Material to process
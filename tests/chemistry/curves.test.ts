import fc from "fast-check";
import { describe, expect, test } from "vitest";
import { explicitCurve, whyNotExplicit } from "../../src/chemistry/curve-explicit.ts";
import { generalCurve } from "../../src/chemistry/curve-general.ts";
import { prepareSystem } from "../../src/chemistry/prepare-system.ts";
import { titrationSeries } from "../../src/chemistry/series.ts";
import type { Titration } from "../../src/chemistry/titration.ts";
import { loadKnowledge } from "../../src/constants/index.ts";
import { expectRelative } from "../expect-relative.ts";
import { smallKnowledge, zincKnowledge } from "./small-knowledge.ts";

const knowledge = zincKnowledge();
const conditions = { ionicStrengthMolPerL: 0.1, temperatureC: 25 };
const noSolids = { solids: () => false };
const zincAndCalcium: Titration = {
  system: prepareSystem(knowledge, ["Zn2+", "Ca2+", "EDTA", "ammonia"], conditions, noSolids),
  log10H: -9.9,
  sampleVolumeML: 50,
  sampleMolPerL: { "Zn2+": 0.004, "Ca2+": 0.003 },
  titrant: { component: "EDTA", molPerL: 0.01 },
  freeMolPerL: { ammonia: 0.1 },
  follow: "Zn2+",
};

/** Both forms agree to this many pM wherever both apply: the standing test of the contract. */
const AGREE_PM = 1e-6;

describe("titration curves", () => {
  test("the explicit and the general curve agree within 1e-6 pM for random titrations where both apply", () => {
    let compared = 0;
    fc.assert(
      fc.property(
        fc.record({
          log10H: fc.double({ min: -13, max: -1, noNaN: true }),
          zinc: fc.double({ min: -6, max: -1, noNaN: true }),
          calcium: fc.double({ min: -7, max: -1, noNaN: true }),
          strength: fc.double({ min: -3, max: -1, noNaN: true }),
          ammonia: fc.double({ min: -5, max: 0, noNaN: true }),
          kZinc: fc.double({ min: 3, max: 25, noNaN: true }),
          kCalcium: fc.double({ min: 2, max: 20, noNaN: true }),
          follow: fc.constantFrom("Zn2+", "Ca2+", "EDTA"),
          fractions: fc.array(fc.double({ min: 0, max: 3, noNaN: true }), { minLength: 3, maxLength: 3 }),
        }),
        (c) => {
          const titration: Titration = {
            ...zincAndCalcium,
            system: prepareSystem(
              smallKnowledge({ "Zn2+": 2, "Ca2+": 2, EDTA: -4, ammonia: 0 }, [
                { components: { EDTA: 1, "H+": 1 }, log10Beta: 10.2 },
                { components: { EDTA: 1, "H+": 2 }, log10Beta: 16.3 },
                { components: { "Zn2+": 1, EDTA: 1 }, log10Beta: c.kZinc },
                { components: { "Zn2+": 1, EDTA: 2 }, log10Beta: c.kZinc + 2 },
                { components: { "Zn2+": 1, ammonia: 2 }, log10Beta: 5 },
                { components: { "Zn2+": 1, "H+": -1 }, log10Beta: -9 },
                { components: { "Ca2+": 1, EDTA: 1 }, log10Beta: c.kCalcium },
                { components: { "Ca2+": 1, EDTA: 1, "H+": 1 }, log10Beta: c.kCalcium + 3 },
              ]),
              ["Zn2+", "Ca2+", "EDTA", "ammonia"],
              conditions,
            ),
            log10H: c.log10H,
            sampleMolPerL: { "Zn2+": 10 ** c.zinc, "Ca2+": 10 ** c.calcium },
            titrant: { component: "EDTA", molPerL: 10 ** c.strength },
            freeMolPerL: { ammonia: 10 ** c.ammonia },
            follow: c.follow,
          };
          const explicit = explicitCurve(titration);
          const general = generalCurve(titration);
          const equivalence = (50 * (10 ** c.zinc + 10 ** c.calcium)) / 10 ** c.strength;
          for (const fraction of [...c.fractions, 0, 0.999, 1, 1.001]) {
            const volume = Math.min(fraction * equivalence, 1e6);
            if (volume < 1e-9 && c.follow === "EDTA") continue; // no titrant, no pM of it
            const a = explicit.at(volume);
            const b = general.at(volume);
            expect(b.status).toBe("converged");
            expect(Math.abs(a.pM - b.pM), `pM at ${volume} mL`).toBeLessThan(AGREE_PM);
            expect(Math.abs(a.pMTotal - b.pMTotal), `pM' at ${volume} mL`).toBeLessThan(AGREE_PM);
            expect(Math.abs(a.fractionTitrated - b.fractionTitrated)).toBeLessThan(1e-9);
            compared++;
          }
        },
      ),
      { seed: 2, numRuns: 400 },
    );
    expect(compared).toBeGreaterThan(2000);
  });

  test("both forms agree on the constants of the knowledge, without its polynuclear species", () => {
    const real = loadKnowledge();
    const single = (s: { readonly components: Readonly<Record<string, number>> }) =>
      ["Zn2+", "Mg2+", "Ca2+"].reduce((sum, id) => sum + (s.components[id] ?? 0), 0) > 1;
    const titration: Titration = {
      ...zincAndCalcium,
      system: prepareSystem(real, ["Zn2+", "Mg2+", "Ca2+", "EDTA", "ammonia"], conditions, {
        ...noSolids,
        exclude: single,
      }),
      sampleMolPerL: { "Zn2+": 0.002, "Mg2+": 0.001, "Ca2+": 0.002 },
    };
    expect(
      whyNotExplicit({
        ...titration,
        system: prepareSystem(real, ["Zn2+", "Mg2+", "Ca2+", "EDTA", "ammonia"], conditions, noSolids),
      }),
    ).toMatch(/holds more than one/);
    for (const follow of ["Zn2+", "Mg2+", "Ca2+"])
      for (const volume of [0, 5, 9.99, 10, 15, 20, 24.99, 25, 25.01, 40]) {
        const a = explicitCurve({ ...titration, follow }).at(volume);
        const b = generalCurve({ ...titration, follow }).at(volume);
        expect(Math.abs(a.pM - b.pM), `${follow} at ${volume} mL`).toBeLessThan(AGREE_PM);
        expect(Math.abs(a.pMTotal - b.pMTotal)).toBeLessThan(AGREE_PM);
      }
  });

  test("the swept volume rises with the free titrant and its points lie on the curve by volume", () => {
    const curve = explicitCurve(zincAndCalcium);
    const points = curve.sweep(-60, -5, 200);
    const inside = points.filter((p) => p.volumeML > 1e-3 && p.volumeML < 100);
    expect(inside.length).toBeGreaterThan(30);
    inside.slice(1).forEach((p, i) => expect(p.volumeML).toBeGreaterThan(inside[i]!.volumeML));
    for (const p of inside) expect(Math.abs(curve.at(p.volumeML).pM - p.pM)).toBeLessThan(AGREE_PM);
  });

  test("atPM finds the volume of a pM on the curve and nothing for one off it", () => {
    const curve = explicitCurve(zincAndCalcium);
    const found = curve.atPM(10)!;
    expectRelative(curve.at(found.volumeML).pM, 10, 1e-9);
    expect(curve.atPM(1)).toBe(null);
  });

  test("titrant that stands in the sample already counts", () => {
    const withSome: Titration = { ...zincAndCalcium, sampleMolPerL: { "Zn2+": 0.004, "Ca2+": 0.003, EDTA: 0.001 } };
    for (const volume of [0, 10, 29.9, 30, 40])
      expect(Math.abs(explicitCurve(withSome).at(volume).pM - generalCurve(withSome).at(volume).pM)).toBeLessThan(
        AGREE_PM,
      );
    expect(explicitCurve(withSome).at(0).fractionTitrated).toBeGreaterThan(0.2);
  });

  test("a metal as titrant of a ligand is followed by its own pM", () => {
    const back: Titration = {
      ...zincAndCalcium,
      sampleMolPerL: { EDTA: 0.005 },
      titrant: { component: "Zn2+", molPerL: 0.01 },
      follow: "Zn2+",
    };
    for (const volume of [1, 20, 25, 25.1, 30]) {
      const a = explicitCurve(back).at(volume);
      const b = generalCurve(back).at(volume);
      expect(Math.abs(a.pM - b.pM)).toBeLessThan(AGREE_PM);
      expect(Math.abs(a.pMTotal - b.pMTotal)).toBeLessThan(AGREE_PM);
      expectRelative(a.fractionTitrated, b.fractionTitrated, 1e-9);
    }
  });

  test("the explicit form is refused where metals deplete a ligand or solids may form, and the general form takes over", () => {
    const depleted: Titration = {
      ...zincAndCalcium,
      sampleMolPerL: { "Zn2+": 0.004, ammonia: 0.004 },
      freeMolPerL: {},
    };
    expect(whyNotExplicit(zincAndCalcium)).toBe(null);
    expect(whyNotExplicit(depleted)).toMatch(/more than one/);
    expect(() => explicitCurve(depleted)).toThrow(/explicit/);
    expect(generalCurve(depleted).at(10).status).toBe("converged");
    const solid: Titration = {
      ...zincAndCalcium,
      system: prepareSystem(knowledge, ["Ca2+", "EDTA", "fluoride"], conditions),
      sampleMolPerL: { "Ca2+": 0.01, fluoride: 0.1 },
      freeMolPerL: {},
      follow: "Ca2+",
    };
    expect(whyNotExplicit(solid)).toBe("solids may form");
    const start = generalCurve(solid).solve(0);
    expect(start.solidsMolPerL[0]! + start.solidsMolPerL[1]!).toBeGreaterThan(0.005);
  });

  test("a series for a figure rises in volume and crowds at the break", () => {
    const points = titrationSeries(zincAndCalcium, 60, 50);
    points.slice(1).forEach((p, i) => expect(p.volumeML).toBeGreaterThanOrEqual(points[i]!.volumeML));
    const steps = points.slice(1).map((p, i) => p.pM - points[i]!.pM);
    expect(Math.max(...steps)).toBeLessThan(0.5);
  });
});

Instructions to follow
Tell how many lines in the entries above include the string "back", and write nothing but the number.

Answer space
3